Required action:
The string "gboolean" appears in some lines of the entries that follow; copy each such line.
____ Records for the exercise
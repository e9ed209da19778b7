#include "config.h"

#include "cw-paint-job.h"

#include "cw-render.h"

/* A job is shared by its owner and, until it has run, the worker: whoever lets go last
 * frees it. */
struct _CwPaintJob
{
  gatomicrefcount  ref;
  gint             dropped; /* atomic: the owner let go before the job ran */
  CwScene         *scene;
  gboolean         dark;
  int              width, height, scale;
  GMutex           lock;
  GCond            cond;
  gboolean         done; /* under lock */
  cairo_surface_t *image;
};

static void
job_unref (CwPaintJob *job)
{
  if (!g_atomic_ref_count_dec (&job->ref))
    return;
  g_clear_pointer (&job->image, cairo_surface_destroy);
  g_clear_pointer (&job->scene, cw_scene_free);
  g_mutex_clear (&job->lock);
  g_cond_clear (&job->cond);
  g_free (job);
}

static void
paint (gpointer data,
       gpointer user_data)
{
  CwPaintJob      *job = data;
  cairo_surface_t *image = NULL;

  if (!g_atomic_int_get (&job->dropped))
    image = cw_render_figure_image (job->scene, job->dark, job->width, job->height, job->scale);
  g_mutex_lock (&job->lock);
  job->image = image;
  job->done = TRUE;
  g_cond_signal (&job->cond);
  g_mutex_unlock (&job->lock);
  job_unref (job);
}

/* One worker, started on first use and kept, so its text caches stay warm. */
static GThreadPool *
pool (void)
{
  static GThreadPool *pool;

  if (g_once_init_enter (&pool))
    {
      GThreadPool *p = g_thread_pool_new (paint, NULL, 1, TRUE, NULL);

      g_once_init_leave (&pool, p);
    }
  return pool;
}

CwPaintJob *
cw_paint_job_start (CwScene *scene,
                    gboolean dark,
                    int      width,
                    int      height,
                    int      scale)
{
  CwPaintJob *job;

  g_return_val_if_fail (scene != NULL && width > 0 && height > 0 && scale > 0, NULL);
  job = g_new0 (CwPaintJob, 1);
  g_atomic_ref_count_init (&job->ref);
  g_atomic_ref_count_inc (&job->ref); /* the worker's */
  job->scene = scene;
  job->dark = dark;
  job->width = width;
  job->height = height;
  job->scale = scale;
  g_mutex_init (&job->lock);
  g_cond_init (&job->cond);
  g_thread_pool_push (pool (), job, NULL);
  return job;
}

const CwScene *
cw_paint_job_get_scene (CwPaintJob *job)
{
  g_return_val_if_fail (job != NULL, NULL);
  return job->scene;
}

cairo_surface_t *
cw_paint_job_wait (CwPaintJob *job)
{
  cairo_surface_t *image;

  g_return_val_if_fail (job != NULL, NULL);
  g_mutex_lock (&job->lock);
  while (!job->done)
    g_cond_wait (&job->cond, &job->lock);
  image = job->image;
  g_mutex_unlock (&job->lock);
  return image;
}

CwScene *
cw_paint_job_steal_scene (CwPaintJob *job)
{
  g_return_val_if_fail (job != NULL, NULL);
  cw_paint_job_wait (job);
  return g_steal_pointer (&job->scene);
}

void
cw_paint_job_free (CwPaintJob *job)
{
  if (job == NULL)
    return;
  g_atomic_int_set (&job->dropped, TRUE);
  job_unref (job);
}

void
cw_paint_job_warm_up (CwScene *scene,
                      gboolean dark,
                      int      width,
                      int      height,
                      int      scale)
{
  CwPaintJob *job = cw_paint_job_start (scene, dark, width, height, scale);

  /* The owner lets go without dropping the job: it is painted all the same. */
  if (job != NULL)
    job_unref (job);
}
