#include "config.h"

#include "cw-chair-geometry.h"

#include <math.h>

static CwVec3
vsub (CwVec3 a, CwVec3 b)
{
  return (CwVec3){ a.x - b.x, a.y - b.y, a.z - b.z };
}

static CwVec3
vunit (CwVec3 a)
{
  double n = sqrt (a.x * a.x + a.y * a.y + a.z * a.z);

  return (CwVec3){ a.x / n, a.y / n, a.z / n };
}

void
cw_chair3d_build (CwChair3D *chair, int which)
{
  /* Bond length 1: the 60° chord of radius r is r, so 1 = r² + (2h)²; the ring angle is
   * tetrahedral when h = r / (4√2) (derived: cos θ = (4h² − r²/2) / (r² + 4h²) = −1/3). */
  double r = 1.0 / sqrt (1.0 + 4.0 / 32.0);
  double h = r / (4.0 * G_SQRT2);

  for (int k = 0; k < 6; k++)
    {
      double   phi = -k * G_PI / 3.0;
      gboolean up = ((k % 2) == 0) == (which == 0);

      chair->up[k] = up;
      chair->atom[k] = (CwVec3){ r * cos (phi), r * sin (phi), up ? h : -h };
    }
  for (int k = 0; k < 6; k++)
    {
      CwVec3 a = chair->atom[k];
      CwVec3 u1 = vunit (vsub (chair->atom[(k + 1) % 6], a));
      CwVec3 u2 = vunit (vsub (chair->atom[(k + 5) % 6], a));
      CwVec3 ax = { 0, 0, chair->up[k] ? 1.0 : -1.0 };

      chair->axial[k] = ax;
      /* The four tetrahedral directions sum to zero. */
      chair->equatorial[k] = vunit ((CwVec3){ -(u1.x + u2.x + ax.x), -(u1.y + u2.y + ax.y),
                                              -(u1.z + u2.z + ax.z) });
    }
}

void
cw_chair_project (const CwVec3 *v, double azimuth, double tilt, double *px, double *py)
{
  double x = v->x * cos (azimuth) - v->y * sin (azimuth);
  double y = v->x * sin (azimuth) + v->y * cos (azimuth);

  /* Viewer on −y, looking a little down: the far side (+y) rises on the page. */
  *px = x;
  *py = -(v->z * cos (tilt) + y * sin (tilt));
}

double
cw_chair_azimuth (int which)
{
  /* Chair 2 (chair 1 reflected through its mean plane) is, for the ideal chair, chair 1 turned
   * by 60° about the axis; seen from a − 60° it has the same outline as chair 1 seen from a:
   * the familiar one, left end down and right end up (the tests check the two outlines agree). */
  double a = 8.0 * G_PI / 180.0;

  return which == 0 ? a : a - G_PI / 3;
}
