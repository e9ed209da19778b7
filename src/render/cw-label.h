#pragma once

#include "cw-scene.h"

G_BEGIN_DECLS

/* A group label ready to place: the markup as written (or reversed for bonds that arrive from
 * the right, "CO₂Me" → "MeO₂C"), and the byte range of the atom the bond meets in its plain text. */
typedef struct
{
  char *markup;
  int   atom_start;
  int   atom_end;
} CwLabelText;

void cw_label_text_init (CwLabelText *lt, const char *markup, gboolean reversed);
void cw_label_text_clear (CwLabelText *lt);
/* The markup read from its other end, or NULL when the label is not a plain sequence of
 * element symbols and abbreviations (then it is placed as one block). */
char *cw_label_reverse_markup (const char *markup);

typedef struct
{
  CwBox    box;    /* the text's logical box */
  double   ax, ay; /* centre of the attachment atom */
  double   ex, ey; /* where the bond stops, short of the atom */
  gboolean reversed;
} CwLabelPlace;

/* Places a label at the end of a bond that leaves (px, py) along the unit vector (dx, dy):
 * the attachment atom's centre sits `length` from (px, py). */
void cw_label_place (const char *markup, double size, double px, double py, double dx, double dy, double length, CwLabelPlace *out, CwLabelText *text_out);
/* Adds the label as a text prim with the given role and returns it. */
CwPrim *cw_label_add (CwScene *scene, const CwLabelText *lt, const CwLabelPlace *place, double size, CwRole role, CwInk ink, gboolean bold);

G_END_DECLS
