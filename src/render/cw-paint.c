#include "config.h"

#include <math.h>

#include "cw-render-private.h"

/* Colours of our own, built on the Okabe–Ito set (safe for the common colour-vision deficiencies);
 * meaning is also carried by line style, marker shape or text. Exports always use the light set. */
static const double light[CW_N_INKS][3] = {
  [CW_INK_BACKGROUND] = { 1.0, 1.0, 1.0 },
  [CW_INK_TEXT] = { 0.10, 0.10, 0.10 },
  [CW_INK_BOND] = { 0.0, 0.0, 0.0 },
  [CW_INK_MUTED] = { 0.36, 0.36, 0.36 },
  [CW_INK_GRID] = { 0.84, 0.84, 0.84 },
  [CW_INK_SERIES_1] = { 0.0, 0.447, 0.698 },    /* blue */
  [CW_INK_SERIES_2] = { 0.835, 0.369, 0.0 },    /* vermilion */
  [CW_INK_SERIES_3] = { 0.0, 0.620, 0.451 },    /* bluish green */
  [CW_INK_STRAIN] = { 0.835, 0.369, 0.0 },      /* vermilion */
  [CW_INK_GAUCHE] = { 0.0, 0.447, 0.698 },      /* blue */
  [CW_INK_HIGHLIGHT] = { 0.941, 0.894, 0.259 }, /* yellow, under text only */
  [CW_INK_PANEL] = { 0.945, 0.957, 0.973 },
};

static const double dark[CW_N_INKS][3] = {
  [CW_INK_BACKGROUND] = { 0.12, 0.12, 0.13 },
  [CW_INK_TEXT] = { 0.93, 0.93, 0.93 },
  [CW_INK_BOND] = { 0.96, 0.96, 0.96 },
  [CW_INK_MUTED] = { 0.68, 0.68, 0.68 },
  [CW_INK_GRID] = { 0.30, 0.30, 0.32 },
  [CW_INK_SERIES_1] = { 0.337, 0.706, 0.914 }, /* sky blue */
  [CW_INK_SERIES_2] = { 0.902, 0.624, 0.0 },   /* orange */
  [CW_INK_SERIES_3] = { 0.0, 0.75, 0.55 },
  [CW_INK_STRAIN] = { 0.902, 0.624, 0.0 },
  [CW_INK_GAUCHE] = { 0.337, 0.706, 0.914 },
  [CW_INK_HIGHLIGHT] = { 0.45, 0.40, 0.05 },
  [CW_INK_PANEL] = { 0.17, 0.18, 0.20 },
};

void
cw_palette_get (CwInk ink, gboolean is_dark, double rgb[3])
{
  const double *c = is_dark ? dark[ink] : light[ink];

  rgb[0] = c[0];
  rgb[1] = c[1];
  rgb[2] = c[2];
}

void
cw_palette_set_source (cairo_t *cr, CwInk ink, gboolean is_dark)
{
  double rgb[3];

  cw_palette_get (ink, is_dark, rgb);
  cairo_set_source_rgb (cr, rgb[0], rgb[1], rgb[2]);
}

static void
paint_wedge (cairo_t *cr, const CwPrim *p)
{
  double len = hypot (p->x1 - p->x0, p->y1 - p->y0);
  double nx, ny;

  if (len < 1e-6)
    return;
  nx = -(p->y1 - p->y0) / len;
  ny = (p->x1 - p->x0) / len;
  if (p->kind == CW_PRIM_WEDGE)
    {
      cairo_move_to (cr, p->x0 + nx * 0.4, p->y0 + ny * 0.4);
      cairo_line_to (cr, p->x1 + nx * p->wide / 2, p->y1 + ny * p->wide / 2);
      cairo_line_to (cr, p->x1 - nx * p->wide / 2, p->y1 - ny * p->wide / 2);
      cairo_line_to (cr, p->x0 - nx * 0.4, p->y0 - ny * 0.4);
      cairo_close_path (cr);
      cairo_fill (cr);
      return;
    }
  /* Hashes: rungs across the wedge, about 2.6 units apart, widening away from the ring. */
  int n = MAX (3, (int) floor (len / 2.6));
  cairo_set_line_width (cr, 1.0);
  cairo_set_line_cap (cr, CAIRO_LINE_CAP_BUTT);
  for (int i = 0; i <= n; i++)
    {
      double t = (double) i / n;
      double half = 0.5 + (p->wide / 2 - 0.5) * t;
      double x = p->x0 + (p->x1 - p->x0) * t, y = p->y0 + (p->y1 - p->y0) * t;

      cairo_move_to (cr, x + nx * half, y + ny * half);
      cairo_line_to (cr, x - nx * half, y - ny * half);
    }
  cairo_stroke (cr);
}

static void
paint_marker (cairo_t *cr, const CwPrim *p)
{
  double r = p->wide / 2;

  switch (p->marker)
    {
    case CW_MARKER_CIRCLE:
      cairo_arc (cr, p->x0, p->y0, r, 0, 2 * G_PI);
      break;
    case CW_MARKER_SQUARE:
      cairo_rectangle (cr, p->x0 - r * 0.85, p->y0 - r * 0.85, 1.7 * r, 1.7 * r);
      break;
    case CW_MARKER_TRIANGLE:
      cairo_move_to (cr, p->x0, p->y0 - r * 1.1);
      cairo_line_to (cr, p->x0 + r, p->y0 + r * 0.8);
      cairo_line_to (cr, p->x0 - r, p->y0 + r * 0.8);
      cairo_close_path (cr);
      break;
    case CW_MARKER_DIAMOND:
      cairo_move_to (cr, p->x0, p->y0 - r * 1.2);
      cairo_line_to (cr, p->x0 + r, p->y0);
      cairo_line_to (cr, p->x0, p->y0 + r * 1.2);
      cairo_line_to (cr, p->x0 - r, p->y0);
      cairo_close_path (cr);
      break;
    default:
      break;
    }
  if (p->fill)
    cairo_fill (cr);
  else
    {
      cairo_set_line_width (cr, 1.2);
      cairo_stroke (cr);
    }
}

static void
paint_points (cairo_t *cr, const CwScene *scene, const CwPrim *p)
{
  for (guint i = 0; i < p->n_points; i++)
    {
      CwPoint q = g_array_index (scene->points, CwPoint, p->first_point + i);

      if (i == 0)
        cairo_move_to (cr, q.x, q.y);
      else
        cairo_line_to (cr, q.x, q.y);
    }
  if (p->kind == CW_PRIM_POLYGON)
    {
      cairo_close_path (cr);
      cairo_fill (cr);
    }
  else
    cairo_stroke (cr);
}

static void
paint_prim (cairo_t *cr, const CwScene *scene, const CwPrim *p, gboolean is_dark)
{
  double dashes[2];

  cw_palette_set_source (cr, p->ink, is_dark);
  cairo_set_line_width (cr, p->line_width);
  cairo_set_line_cap (cr, CAIRO_LINE_CAP_ROUND);
  cairo_set_line_join (cr, CAIRO_LINE_JOIN_ROUND);
  /* Dots (dash < 2) and dashes have square ends and are as long as round ends would make
   * them: Cairo builds each round end as a small polygon, and the dotted guide lines of a
   * plot have hundreds of them (they were a third of the energy profile's drawing time). */
  if (p->dash > 0)
    {
      double gap = p->dash < 2 ? p->dash + 2.0 : p->dash * 0.7;

      dashes[0] = p->dash + p->line_width;
      dashes[1] = MAX (gap - p->line_width, 0.1);
      cairo_set_dash (cr, dashes, 2, 0);
      cairo_set_line_cap (cr, CAIRO_LINE_CAP_BUTT);
    }
  else
    cairo_set_dash (cr, NULL, 0, 0);
  switch (p->kind)
    {
    case CW_PRIM_LINE:
      if (p->halo)
        {
          /* Start the margin a little away from the line's own atom, which it must not erase. */
          double f = 0.22;
          cw_palette_set_source (cr, p->halo_ink, is_dark);
          cairo_set_line_width (cr, p->line_width + 4.0);
          cairo_set_line_cap (cr, CAIRO_LINE_CAP_BUTT);
          cairo_move_to (cr, p->x0 + (p->x1 - p->x0) * f, p->y0 + (p->y1 - p->y0) * f);
          cairo_line_to (cr, p->x1, p->y1);
          cairo_stroke (cr);
          cw_palette_set_source (cr, p->ink, is_dark);
          cairo_set_line_width (cr, p->line_width);
          cairo_set_line_cap (cr, CAIRO_LINE_CAP_ROUND);
        }
      cairo_move_to (cr, p->x0, p->y0);
      cairo_line_to (cr, p->x1, p->y1);
      cairo_stroke (cr);
      break;
    case CW_PRIM_WEDGE:
    case CW_PRIM_HASH:
      paint_wedge (cr, p);
      break;
    case CW_PRIM_POLYLINE:
    case CW_PRIM_POLYGON:
      paint_points (cr, scene, p);
      break;
    case CW_PRIM_MARKER:
      paint_marker (cr, p);
      break;
    case CW_PRIM_RECT:
      cairo_rectangle (cr, p->x0, p->y0, p->x1, p->y1);
      if (p->fill)
        cairo_fill (cr);
      else
        cairo_stroke (cr);
      break;
    case CW_PRIM_TEXT:
      {
        g_autoptr (PangoLayout) layout = cw_text_layout_get (p->markup, p->size, p->bold, p->wrap);

        cairo_move_to (cr, p->box.x, p->box.y);
        pango_cairo_show_layout (cr, layout);
        cairo_new_path (cr);
      }
      break;
    default:
      break;
    }
}

void
cw_scene_paint (const CwScene *scene, cairo_t *cr, gboolean is_dark)
{
  double cx0, cy0, cx1, cy1;
  CwBox  clip;

  /* Skip what falls outside the clip: a PNG is painted band by band. */
  cairo_clip_extents (cr, &cx0, &cy0, &cx1, &cy1);
  clip = (CwBox){ cx0 - 1, cy0 - 1, cx1 - cx0 + 2, cy1 - cy0 + 2 };
  for (guint i = 0; i < scene->prims->len; i++)
    {
      CwBox b = cw_prim_bounds (scene, &g_array_index (scene->prims, CwPrim, i));

      if (!cw_box_overlap (&b, &clip, 0))
        continue;
      cairo_save (cr);
      paint_prim (cr, scene, &g_array_index (scene->prims, CwPrim, i), is_dark);
      cairo_restore (cr);
    }
}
________
Response to this exercise:
  gboolean         dark;
  gboolean         done; /* under lock */
                    gboolean dark,
                      gboolean dark,
      gboolean up = ((k % 2) == 0) == (which == 0);
void cw_label_text_init (CwLabelText *lt, const char *markup, gboolean reversed);
  gboolean reversed;
CwPrim *cw_label_add (CwScene *scene, const CwLabelText *lt, const CwLabelPlace *place, double size, CwRole role, CwInk ink, gboolean bold);
cw_palette_get (CwInk ink, gboolean is_dark, double rgb[3])
cw_palette_set_source (cairo_t *cr, CwInk ink, gboolean is_dark)
paint_prim (cairo_t *cr, const CwScene *scene, const CwPrim *p, gboolean is_dark)
cw_scene_paint (const CwScene *scene, cairo_t *cr, gboolean is_dark)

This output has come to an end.